Independent cascade modelling in Python

Question

I'm trying to study network diffusion. I took the code form this. However, I would like to see if there's any potential to optimize the code to be faster and clearer. This is what I'm trying to do.

In a node, get all the successors and loop through to get the property in an edge to see if the probability is more than random number from (0,1). If yes, then that node should be activated, if no then move on.

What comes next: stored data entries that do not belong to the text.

"""Single pictures other than TIFF: PNG, BMP, JPEG, PGM."""

from __future__ import annotations

import struct
from collections.abc import Callable
from pathlib import Path
from typing import Any

import numpy as np
from numpy.typing import NDArray

from dic.frames.page import MOST_BYTES, Page, checked, not_grey, wrong_depth

#: A file larger than this times the largest picture holds something else.
_MOST_OVERHEAD = 2
_PNG_SIGNATURE = b"\x89PNG\r\n\x1a\n"
#: Colour types of PNG (ISO/IEC 15948, 11.2.2): what the values are, and whether there is alpha.
_PNG_KINDS = {0: ("grey", False), 2: ("colour", False), 4: ("grey", True), 6: ("colour", True)}
#: Pillow's modes that are read.
_PILLOW_KINDS = {"L": ("grey", False), "RGB": ("colour", False), "RGBA": ("colour", True)}
#: A PGM header is three numbers; comments may stand between them.
_PGM_HEADER = 4096


def _content(path: Path, most: int | None = None) -> bytes:
    if path.stat().st_size > _MOST_OVERHEAD * MOST_BYTES:
        raise ValueError("the file is far too large for one picture")
    with path.open("rb") as file:
        return file.read(-1 if most is None else most)


def png_pages(path: Path) -> list[Page]:
    """List the one picture of a PNG file."""
    start = _content(path, 33)
    if len(start) < 33 or start[:8] != _PNG_SIGNATURE or start[12:16] != b"IHDR":
        raise ValueError("it does not begin like a PNG")
    columns, rows, bits, colours = struct.unpack(">IIBB", start[16:26])
    if colours not in _PNG_KINDS:
        raise not_grey(path, "its colours are a palette" if colours == 3 else f"colour type {colours}")
    if bits not in (8, 16):
        raise wrong_depth(path, f"{bits}-bit")
    kind, alpha = _PNG_KINDS[colours]
    return [checked(Page(path, 0, (rows, columns), 2**bits - 1, kind, alpha))]


def png_read(page: Page) -> NDArray[Any]:
    """Read a PNG's stored values."""
    import imagecodecs

    return np.asarray(imagecodecs.png_decode(_content(page.path)))


def _pillow(path: Path, kind: str) -> Any:
    """Open a picture by the class of its format: the size is checked here, by the limit of all formats."""
    from PIL.BmpImagePlugin import BmpImageFile
    from PIL.JpegImagePlugin import JpegImageFile

    _content(path, 0)
    return {"BMP": BmpImageFile, "JPEG": JpegImageFile}[kind](path)


def pillow_pages(kind: str) -> Callable[[Path], list[Page]]:
    """Return the function that lists the one picture of a BMP or JPEG file."""

    def pages(path: Path) -> list[Page]:
        with _pillow(path, kind) as picture:
            columns, rows = picture.size
            if picture.mode == "1":
                raise wrong_depth(path, "1-bit")
            if picture.mode not in _PILLOW_KINDS:
                raise not_grey(path, "a palette" if picture.mode == "P" else picture.mode)
            colours, alpha = _PILLOW_KINDS[picture.mode]
            return [checked(Page(path, 0, (rows, columns), 255, colours, alpha))]

    return pages


def pillow_read(kind: str) -> Callable[[Page], NDArray[Any]]:
    """Return the function that reads a BMP's or JPEG's stored values."""

    def read(page: Page) -> NDArray[Any]:
        with _pillow(page.path, kind) as picture:
            if (picture.height, picture.width) != page.shape:
                raise ValueError("its size changed")
            return np.asarray(picture)

    return read


def _pgm_header(start: bytes) -> tuple[bytes, list[int], int]:
    """Return the format's two letters, width, height and largest value, and where the values begin."""
    words: list[bytes] = []
    at = 0
    while len(words) < 4:
        while start[at : at + 1].isspace():
            at += 1
        if start[at : at + 1] == b"#":
            end = start.find(b"\n", at)
            at = len(start) if end < 0 else end
            continue
        first = at
        while at < len(start) and not start[at : at + 1].isspace() and start[at : at + 1] != b"#":
            at += 1
        if at == first:
            raise ValueError("its header is cut off")
        words.append(start[first:at])
    if words[0] not in (b"P2", b"P5") or not all(word.isdigit() and len(word) < 10 for word in words[1:]):
        raise ValueError("it does not begin like a PGM")
    return words[0], [int(word) for word in words[1:]], at + 1


def pgm_pages(path: Path) -> list[Page]:
    """List the first picture of a PGM file, plain or raw."""
    _, (columns, rows, top), _ = _pgm_header(_content(path, _PGM_HEADER))
    if not 127 < top < 65536:
        raise wrong_depth(path, f"{top.bit_length()}-bit")
    return [checked(Page(path, 0, (rows, columns), top))]


def pgm_read(page: Page) -> NDArray[Any]:
    """Read a PGM's stored values."""
    content = _content(page.path)
    letters, _, first = _pgm_header(content[:_PGM_HEADER])
    count = page.shape[0] * page.shape[1]
    if letters == b"P5":
        kind = np.dtype(np.uint8 if page.top <= 255 else ">u2")
        if len(content) - first < count * kind.itemsize:
            raise ValueError("it ends before its last row")
        values = np.frombuffer(content, kind, count, first).astype(page.stored)
    else:
        values = _plain_values(content, first, count, page.stored)
    if values.max() > page.top:
        raise ValueError("a value is larger than its header says")
    return values.reshape(page.shape)


def _plain_values(text: bytes, at: int, count: int, kind: np.dtype[Any]) -> NDArray[Any]:
    """Read numbers written as text, a piece at a time, because as Python numbers they are bulky."""
    values = np.empty(count, kind)
    done = 0
    while done < count and at < len(text):
        end = at + 1_000_000
        while end < len(text) and not text[end : end + 1].isspace():
            end += 1
        numbers = np.array(text[at:end].split()[: count - done], dtype=np.uint32)
        if numbers.size and numbers.max() > np.iinfo(kind).max:
            raise ValueError("a value is larger than its header says")
        values[done : done + len(numbers)] = numbers
        done, at = done + len(numbers), end
    if done < count:
        raise ValueError("it ends before its last value")
    return values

I use iGraph library for any graph manipulation.

def independent_cascade_igraph(G, seeds, steps=0):
    # init activation probabilities
    for e in G.es():
        if 'act_prob' not in e.attributes():
            e['act_prob'] = 0.1
        elif e['act_prob'] > 1:
            raise Exception("edge activation probability:", e['act_prob'], "cannot be larger than 1")

    # perform diffusion
    A = copy.deepcopy(seeds)  # prevent side effect
    if steps <= 0:
        # perform diffusion until no more nodes can be activated
        return _diffuse_all(G, A)
    # perform diffusion for at most "steps" rounds
    return _diffuse_k_rounds(G, A, steps)

def _diffuse_all(G, A):
    tried_edges = set()
    layer_i_nodes = [ ]
    layer_i_nodes.append([i for i in A])  # prevent side effect
    while True:
        len_old = len(A)
        (A, activated_nodes_of_this_round, cur_tried_edges) = _diffuse_one_round(G, A, tried_edges)
        layer_i_nodes.append(activated_nodes_of_this_round)
        tried_edges = tried_edges.union(cur_tried_edges)
        if len(A) == len_old:
            break
    return layer_i_nodes

def _diffuse_k_rounds(G, A, steps):
    tried_edges = set()
    layer_i_nodes = [ ]
    layer_i_nodes.append([i for i in A])
    while steps > 0 and len(A) < G.vcount():
        len_old = len(A)
        (A, activated_nodes_of_this_round, cur_tried_edges) = _diffuse_one_round(G, A, tried_edges)
        layer_i_nodes.append(activated_nodes_of_this_round)
        tried_edges = tried_edges.union(cur_tried_edges)
        if len(A) == len_old:
            break
        steps -= 1
    return layer_i_nodes

def _diffuse_one_round(G, A, tried_edges):
    activated_nodes_of_this_round = set()
    cur_tried_edges = set()
    for s in A:
        for nb in G.successors(s):
            if nb in A or (s, nb) in tried_edges or (s, nb) in cur_tried_edges:
                continue
            if _prop_success(G, s, nb):
                activated_nodes_of_this_round.add(nb)
            cur_tried_edges.add((s, nb))
    activated_nodes_of_this_round = list(activated_nodes_of_this_round)
    A.extend(activated_nodes_of_this_round)
    return A, activated_nodes_of_this_round, cur_tried_edges

def _prop_success(G, src, dest):
    '''
    act_prob = 0.1
    for e in G.es():
        if (src, dest) == e.tuple:
            act_prob = e['act_prob']
            break
    '''
    return random.random() <= 0.1

And this is how you test the code. The idea is to test how far your message can go in your network.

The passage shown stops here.